## REQUIRED ACTION
In the listing below, the lines from the first through the one with "file over the" are to be copied word for word.

## DATA EXTRACTS
------------------------------------------------------------
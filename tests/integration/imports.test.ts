// CSV import and export against the real MariaDB (a scratch database of its own): the fixtures in
// fixtures/imports (good files in other units and CSV conventions; malformed ones that must each
// be refused with a clear message and leave the database as it was), a generated file over the
// size limit, a generated 100 000-row file, the same file twice, sessions from a column, formula
// injection in exports, and the blank template's round trip. Test data are invented; chronograph
// files come from the model (src/lib/server/imports/synthetic.ts) so their units check out.
import { readdirSync, readFileSync } from 'node:fs';
import path from 'node:path';
import Papa from 'papaparse';
import { and, count, eq } from 'drizzle-orm';
import { afterAll, beforeAll, describe, expect, it } from 'vitest';
import { prefsFor } from '../../src/lib/format';
import { auditEvents, imports, projectiles, rangeSessions, rigs, shotPredictions, shots, users } from '../../src/lib/server/db/schema';
import { commitImport, previewImport, type ImportRequest } from '../../src/lib/server/imports/commit';
import { ImportRefused } from '../../src/lib/server/imports/errors';
import { blankTemplate, shotsCsv, TEMPLATE_COLUMNS } from '../../src/lib/server/imports/export';
import { getImport, rawFile } from '../../src/lib/server/imports/records';
import { syntheticShots } from '../../src/lib/server/imports/synthetic';
import { MAX_IMPORT_BYTES, type ImportMappingInput, type ImportTarget } from '../../src/lib/schemas/imports';
import { scratchDatabase } from '../support/db';

const FIXTURES = path.resolve('fixtures/imports');
let scratch: Awaited<ReturnType<typeof scratchDatabase>>;
const db = () => scratch.db;

const RIG = { reservoirM3: 2.0e-3, deadM3: 0.05e-3, boreDiameterM: 0.0254, travelM: 1.2 };
const BALL = { massKg: 7.53e-3, diameterM: 0.025 };
const CONDITIONS = { temperatureC: 6, pressurePa: 101_900, relativeHumidity: 0.7 };
const SYNTHETIC = { rig: RIG, projectile: { ...BALL, dragCoefficient: 0.5 }, conditions: CONDITIONS, downrangeM: 4.5, efficiency: 0.64, setPointsPa: [1.5e5, 2e5, 2.5e5] };
const STARTED = new Date(Date.UTC(2026, 10, 2, 8, 0, 0));
const MISSING = 999_999_999;

const ids = { rig: 0, ball: 0 };
let analyst: AppUser;
let lead: AppUser;
let serial = 0;

async function makeUser(role: 'analyst' | 'lead'): Promise<AppUser> {
	const email = `${role}@imports.test`;
	const [row] = await db().insert(users).values({ email, name: `Import ${role}`, role, passwordHash: 'x' }).$returningId();
	return { id: row.id, email, name: `Import ${role}`, role, unitPreferences: null };
}

async function makeSession(title = `Import session ${++serial}`, over: Partial<typeof rangeSessions.$inferInsert> = {}) {
	const [row] = await db()
		.insert(rangeSessions)
		.values({
			title,
			rigId: ids.rig,
			projectileId: ids.ball,
			startedAt: STARTED,
			targetDistanceM: 5,
			elevationDeg: 1,
			launchHeightM: 1.2,
			aimHeightM: 1.2,
			downrangeChronoM: 4.5,
			...CONDITIONS,
			...over
		})
		.$returningId();
	return row.id;
}

const fixture = (name: string) => new Uint8Array(readFileSync(path.join(FIXTURES, name)));

function request(target: ImportTarget, over: Partial<ImportRequest> = {}): ImportRequest {
	return { target, mode: 'all-or-nothing', force: false, prefs: prefsFor(null), ...over };
}
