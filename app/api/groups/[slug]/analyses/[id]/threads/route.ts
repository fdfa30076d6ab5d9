import { NextResponse } from "next/server";
import { route, jsonBody } from "@/lib/server/http";
import { authoriseAny } from "@/lib/server/access";
import { inGroup } from "@/lib/server/handler";
import { createThread, listThreads } from "@/lib/server/notebook";

export const dynamic = "force-dynamic";
type Ctx = { params: Promise<{ slug: string; id: string }> };

export const GET = route(async (req, { params }: Ctx) => {
  const { slug, id } = await params;
  const { db, member } = await inGroup(req, slug);
  return NextResponse.json({ threads: await listThreads(db, member, id) });
});

/** Start a thread: {stepId?, anchor?: {plot, xMin, xMax, …}, body}. */
export const POST = route(async (req, { params }: Ctx) => {
  const { slug, id } = await params;
  const { db, member } = await inGroup(req, slug);
  authoriseAny(member, ["comment.write"]); // before the body: a role that may not write hears 403
  return NextResponse.json(await createThread(db, member, id, await jsonBody(req)), { status: 201 });
});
------------------------------------------------------------
## FINISHED EXERCISE
filename tests/integration/imports.test.ts
// CSV import and export against the real MariaDB (a scratch database of its own): the fixtures in
// fixtures/imports (good files in other units and CSV conventions; malformed ones that must each
// be refused with a clear message and leave the database as it was), a generated file over the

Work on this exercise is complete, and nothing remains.